Carotenes are a highly coloured (red to yellow) group of fat-soluble plant pigments. A great deal of scientific investigation has shown that dietary intake of carotenes offers protection against developing certain cancers and other diseases.
Carotenes are what makes spinach green and oranges orange. All organisms that rely on the sun for energy contain carotene molecules.
The antioxidant effects of these pigments play a crucial role in protecting the organism against damage during the process of photosynthesis, when sunlight is converted into chemical energy.
In humans, carotenes play two primary roles: some are converted into vitamin A, and all exert antioxidant activity. Six hundred carotenes have been identified, and about thirty to fifty of them are believed to have vitamin A activity.
Vitamin A plays a number of important roles in our bodies, such as in growth and development and immune activation. Carotenes that the body is able to convert to vitamin A are referred to as "provitamin A"carotenes. The best known of this group are beta-carotene and alpha-carotene. Some of the better-known carotenes have no provitamin-A activity, but possess considerably more potent antioxidant activity: these include lutein, lycopene, and zeaxanthin.
Research on human subjects has shown that individuals who regularly consume carotene-rich foods have a lower risk of developing cancers of the lung, skin, uterine, cervix, and gastrointestinal tract, as well as heart disease, macular degeneration, cataracts, and other health conditions linked to oxidative or free-radical damage.
Colour Code for Carotenes
Carotenes are found in all plant foods. In general, the greater the intensity of colour, the higher the level. In green leafy vegetables, beta-carotene is predominant. The orange- coloured fruits and vegetables - for example, carrots, apricots, mangoes, yams, and squash are excellent sources of beta-carotene.

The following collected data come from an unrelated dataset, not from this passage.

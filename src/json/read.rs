use std::fmt;

use serde::Deserialize;
use serde::Deserializer as _;
use serde::de::{MapAccess, SeqAccess, Visitor};
use serde_json::Deserializer;
use serde_json::value::RawValue;

use super::{Error, Kind, Member, Node, Place, Value};

/// The largest text that is read, in bytes: 64 MiB.
pub const LARGEST: usize = 64 << 20;

/// The most levels of lists and objects, the outermost counted.
pub const MOST_LEVELS: usize = 32;

/// The most values in one text; with places they take about 0.6 GB.
pub const MOST_VALUES: usize = 4_000_000;

/// Reads one JSON value and the places of all its parts.
///
/// # Accuracy
///
/// Numbers are rounded correctly to the nearest 64-bit floating point number
/// and are finite; the text of each is kept beside it.
///
/// # Errors
///
/// See [`Kind`]. Of several faults it is that of the syntax which stands first
/// in the text; without one, the first of the others.
///
/// # Source
///
/// RFC 8259, read by serde_json. Stricter in one point: names in an object must
/// be unique, which its section 4 only recommends.
///
/// # Examples
///
/// ```
/// let node = farglow::json::parse(br#"{ "title": "Door 2" }"#)?;
/// let title = node.get("title").expect("it is there");
/// assert_eq!(title.as_text(), Some("Door 2"));
/// assert_eq!(title.place.column, 12);
/// # Ok::<(), farglow::json::Error>(())
/// ```
pub fn parse(bytes: &[u8]) -> Result<Node, Error> {
    let text = as_text(bytes)?;
    let mut deserializer = Deserializer::from_str(text);
    let raw = <&RawValue>::deserialize(&mut deserializer)
        .map_err(|error| syntax_error(text, 0, &error))?;
    let rest = offset_in(text, raw.get()) + raw.get().len();
    if deserializer.end().is_err() {
        let space = text[rest..].len() - text[rest..].trim_start_matches(SPACE).len();
        let place = Place::START.advanced(bytes, rest + space);
        let found = text[place.offset..].chars().next();
        return Err(Error {
            place,
            kind: Kind::Trailing { found },
        });
    }
    let mut reader = Reader {
        text,
        place: Place::START,
        values: 0,
        failed: None,
    };
    reader.node(raw, 1)
}

/// White space as RFC 8259, section 2 has it.
const SPACE: [char; 4] = [' ', '\t', '\n', '\r'];

/// Checks all that can be said before anything is parsed.
fn as_text(bytes: &[u8]) -> Result<&str, Error> {
    let at_start = |kind| Error {
        place: Place::START,
        kind,
    };
    if bytes.len() > LARGEST {
        let size = bytes.len() as u64;
        return Err(at_start(Kind::TooLarge { size }));
    }
    if bytes.starts_with(b"\xEF\xBB\xBF") {
        return Err(at_start(Kind::ByteOrderMark));
    }
    let text = std::str::from_utf8(bytes).map_err(|error| {
        let at = error.valid_up_to();
        Error {
            place: Place::START.advanced(&bytes[..at], at),
            kind: Kind::NotUtf8 { byte: bytes[at] },
        }
    })?;
    if text.trim_start_matches(SPACE).is_empty() {
        return Err(at_start(Kind::Empty));
    }
    Ok(text)
}

fn offset_in(text: &str, part: &str) -> usize {
    part.as_ptr() as usize - text.as_ptr() as usize
}

/// Says a fault in our words; serde_json read `text` from `start` on.
fn syntax_error(text: &str, start: usize, error: &serde_json::Error) -> Error {
    let bytes = text.as_bytes();
    if error.is_eof() {
        return Error {
            place: Place::START.advanced(bytes, bytes.len()),
            kind: Kind::Truncated {
                open: last_open(bytes),
            },
        };
    }
    // Its lines and columns count from 1, the columns in bytes.
    let mut line_start = start;
    for _ in 1..error.line() {
        let rest = &bytes[line_start..];
        line_start += rest
            .iter()
            .position(|byte| *byte == b'\n')
            .map_or(0, |at| at + 1);
    }
    let mut offset = (line_start + error.column().saturating_sub(1)).min(bytes.len());
    let message = error.to_string();
    let message = message.split(" at line ").next().unwrap_or_default();
    if message.starts_with("control character") {
        // This one is placed before the character.
        let mut rest = bytes[offset..].iter();
        offset += rest.position(|byte| *byte < b' ').unwrap_or(0);
    }
    if message.contains("escape") {
        // And these inside the escape, or behind it.
        let is_half = message.contains("hex escape");
        let begins = |at: &usize| bytes[*at] == b'\\' && (!is_half || half_at(&bytes[*at..]));
        let mut near = offset.saturating_sub(12)..offset;
        offset = near.rfind(begins).unwrap_or(offset);
    }
    while !text.is_char_boundary(offset) {
        offset -= 1;
    }
    let place = Place::START.advanced(bytes, offset);
    let found = text[offset..].chars().next();
    let after_comma = text[..offset].trim_end_matches(SPACE).ends_with(',');
    let kind = match message {
        "expected `:`" => expected("a colon after the key", found),
        "expected `,` or `]`" => expected("a comma or `]`", found),
        "expected `,` or `}`" => expected("a comma or `}`", found),
        "expected ident" => expected("`true`, `false` or `null`", found),
        "expected value" | "key must be a string"
            if after_comma && matches!(found, Some(']' | '}')) =>
        {
            expected("one more entry after the comma, or no comma", found)
        }
        "expected value" => expected(
            "a value (text in double quotes, a number, a list or an object)",
            found,
        ),
        "key must be a string" => expected("a key in double quotes", found),
        "invalid number" => expected(
            "a number such as -12.5 or 3e-4 (no leading zeros, digits on both sides of a point)",
            found,
        ),
        "invalid escape" => bad_text(
            "a backslash in a text must begin one of \\\" \\\\ \\/ \\b \\f \\n \\r \\t \\u0000: write a backslash itself as \\\\",
        ),
        _ if message.starts_with("control character") => bad_text(
            "a line break, tab or other control character stands in a text: close the text before it, or write it as \\n, \\t or \\u0000",
        ),
        "lone leading surrogate in hex escape" | "unexpected end of hex escape" => {
            bad_text("half a character: escapes from \\ud800 to \\udfff only come in pairs")
        }
        _ => bad_text("this is not JSON"),
    };
    Error { place, kind }
}

/// Whether an escape of half a character begins here.
fn half_at(bytes: &[u8]) -> bool {
    matches!(
        bytes,
        [
            b'\\',
            b'u',
            b'd' | b'D',
            b'8' | b'9' | b'a'..=b'f' | b'A'..=b'F',
            ..,
        ]
    )
}

fn expected(what: &'static str, found: Option<char>) -> Kind {
    Kind::Expected { what, found }
}

fn bad_text(what: &'static str) -> Kind {
    Kind::BadText { what }
}

/// Finds the bracket, brace or quote that is still open at the end.
fn last_open(bytes: &[u8]) -> Option<(char, Place)> {
    let mut open: Vec<usize> = Vec::new();
    let mut quote = None;
    let mut at = 0;
    while let Some(byte) = bytes.get(at) {
        match (byte, quote) {
            (b'\\', Some(_)) => at += 1,
            (b'"', Some(_)) => quote = None,
            (b'"', None) => quote = Some(at),
            (b'[' | b'{', None) => open.push(at),
            (b']' | b'}', None) => {
                let _ = open.pop();
            }
            _ => {}
        }
        at += 1;
    }
    let last = quote.or_else(|| open.last().copied())?;
    Some((bytes[last].into(), Place::START.advanced(bytes, last)))
}

/// Reads a text whose syntax is known to hold, from its start to its end.
struct Reader<'a> {
    text: &'a str,
    /// The place looked up last: the next one is counted from it.
    place: Place,
    values: usize,
    /// The fault, on its way out through serde_json.
    failed: Option<Error>,
}

impl<'a> Reader<'a> {
    fn place(&mut self, part: &str) -> Place {
        let offset = offset_in(self.text, part);
        self.place = self.place.advanced(self.text.as_bytes(), offset);
        self.place
    }

    fn node(&mut self, raw: &'a RawValue, level: usize) -> Result<Node, Error> {
        let text = raw.get();
        let place = self.place(text);
        self.values += 1;
        if self.values > MOST_VALUES {
            let kind = Kind::TooMany;
            return Err(Error { place, kind });
        }
        let first = text.as_bytes().first();
        if level > MOST_LEVELS && matches!(first, Some(b'{' | b'[')) {
            let kind = Kind::TooDeep;
            return Err(Error { place, kind });
        }
        let value = match first {
            Some(b'{') => {
                let mut deserializer = Deserializer::from_str(text);
                let read = deserializer.deserialize_map(Members {
                    reader: self,
                    level,
                });
                Value::Object(read.map_err(|error| self.fault(text, &error))?)
            }
            Some(b'[') => {
                let mut deserializer = Deserializer::from_str(text);
                let read = deserializer.deserialize_seq(Elements {
                    reader: self,
                    level,
                });
                Value::List(read.map_err(|error| self.fault(text, &error))?)
            }
            Some(b'"') => Value::Text(self.string(text)?),
            Some(b't') => Value::Bool(true),
            Some(b'f') => Value::Bool(false),
            Some(b'n') => Value::Null,
            _ => number(text, place)?,
        };
        Ok(Node { value, place })
    }

    fn member(
        &mut self,
        key: &'a RawValue,
        value: &'a RawValue,
        level: usize,
    ) -> Result<Member, Error> {
        let key_place = self.place(key.get());
        Ok(Member {
            key: self.string(key.get())?,
            key_place,
            value: self.node(value, level)?,
        })
    }

    fn string(&mut self, text: &str) -> Result<String, Error> {
        serde_json::from_str(text).map_err(|error| self.fault(text, &error))
    }

    /// Turns what serde_json says of a part into a fault with a place.
    fn fault(&mut self, part: &str, error: &serde_json::Error) -> Error {
        let start = offset_in(self.text, part);
        self.failed
            .take()
            .unwrap_or_else(|| syntax_error(self.text, start, error))
    }

    fn fail<E: serde::de::Error>(&mut self, error: Error) -> E {
        self.failed = Some(error);
        E::custom("see the reader")
    }
}

fn number(text: &str, place: Place) -> Result<Value, Error> {
    let out_of_range = || Error {
        place,
        kind: Kind::OutOfRange {
            written: text.to_owned(),
        },
    };
    let number: f64 = text.parse().map_err(|_| out_of_range())?;
    let mut digits = text.split(['e', 'E']).next().unwrap_or_default().bytes();
    let vanished = number == 0.0 && digits.any(|digit| matches!(digit, b'1'..=b'9'));
    if !number.is_finite() || vanished {
        return Err(out_of_range());
    }
    Ok(Value::Number(number, text.to_owned()))
}

struct Members<'r, 'a> {
    reader: &'r mut Reader<'a>,
    level: usize,
}

impl<'a> Visitor<'a> for Members<'_, 'a> {
    type Value = Vec<Member>;

    fn expecting(&self, f: &mut fmt::Formatter<'_>) -> fmt::Result {
        f.write_str("an object")
    }

    fn visit_map<A: MapAccess<'a>>(self, mut map: A) -> Result<Self::Value, A::Error> {
        let mut members = Vec::new();
        while let Some(key) = map.next_key::<&'a RawValue>()? {
            let value = map.next_value::<&'a RawValue>()?;
            match self.reader.member(key, value, self.level + 1) {
                Ok(member) => members.push(member),
                Err(error) => return Err(self.reader.fail(error)),
            }
        }
        match key_twice(&members) {
            Some(error) => Err(self.reader.fail(error)),
            None => Ok(members),
        }
    }
}

/// Finds the first key that stands in the list already.
fn key_twice(members: &[Member]) -> Option<Error> {
    let mut by_key: Vec<&Member> = members.iter().collect();
    by_key.sort_by(|one, other| one.key.cmp(&other.key));
    by_key
        .windows(2)
        .filter(|pair| pair[0].key == pair[1].key)
        .min_by_key(|pair| pair[1].key_place)
        .map(|pair| Error {
            place: pair[1].key_place,
            kind: Kind::KeyTwice {
                key: pair[1].key.clone(),
                first: pair[0].key_place,
            },
        })
}

struct Elements<'r, 'a> {
    reader: &'r mut Reader<'a>,
    level: usize,
}

impl<'a> Visitor<'a> for Elements<'_, 'a> {
    type Value = Vec<Node>;

    fn expecting(&self, f: &mut fmt::Formatter<'_>) -> fmt::Result {
        f.write_str("a list")
    }

    fn visit_seq<A: SeqAccess<'a>>(self, mut list: A) -> Result<Self::Value, A::Error> {
        let mut nodes = Vec::new();
        while let Some(raw) = list.next_element::<&'a RawValue>()? {
            match self.reader.node(raw, self.level + 1) {
                Ok(node) => nodes.push(node),
                Err(error) => return Err(self.reader.fail(error)),
            }
        }
        Ok(nodes)
    }
}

Yellow vegetables have higher concentrations of yellow carotenes, hence a lowered provitamin-A activity, but the antioxidant benefits of the yellow carotenes like lutein and zeaxanthin are especially important in preventing damage to macula, the area of the retina responsible for central (fine) vision.
Red and purple vegetables and fruits such as tomatoes, red cabbage, berries, and plums, contain a large portion of non-vitamin A-active carotenes such as lycopene. Recently, Harvard researchers studied dietary questionnaires answered by over 47,000 participants and discovered that, of all of the different types of carotenes, only lycopene was clearly linked to protection against prostate cancer.
Legumes, grains, and seeds are also significant sources of carotenes. Carotenes are found in various animal foods, too, such as salmon and other fish, egg yolks, shellfish, milk, and poultry.
In supplement form, good sources of mixed carotenes include palm-oil carotene products, algal products, carrot oil, and the various "green drinks," such as dehydrated barley greens or wheat grass.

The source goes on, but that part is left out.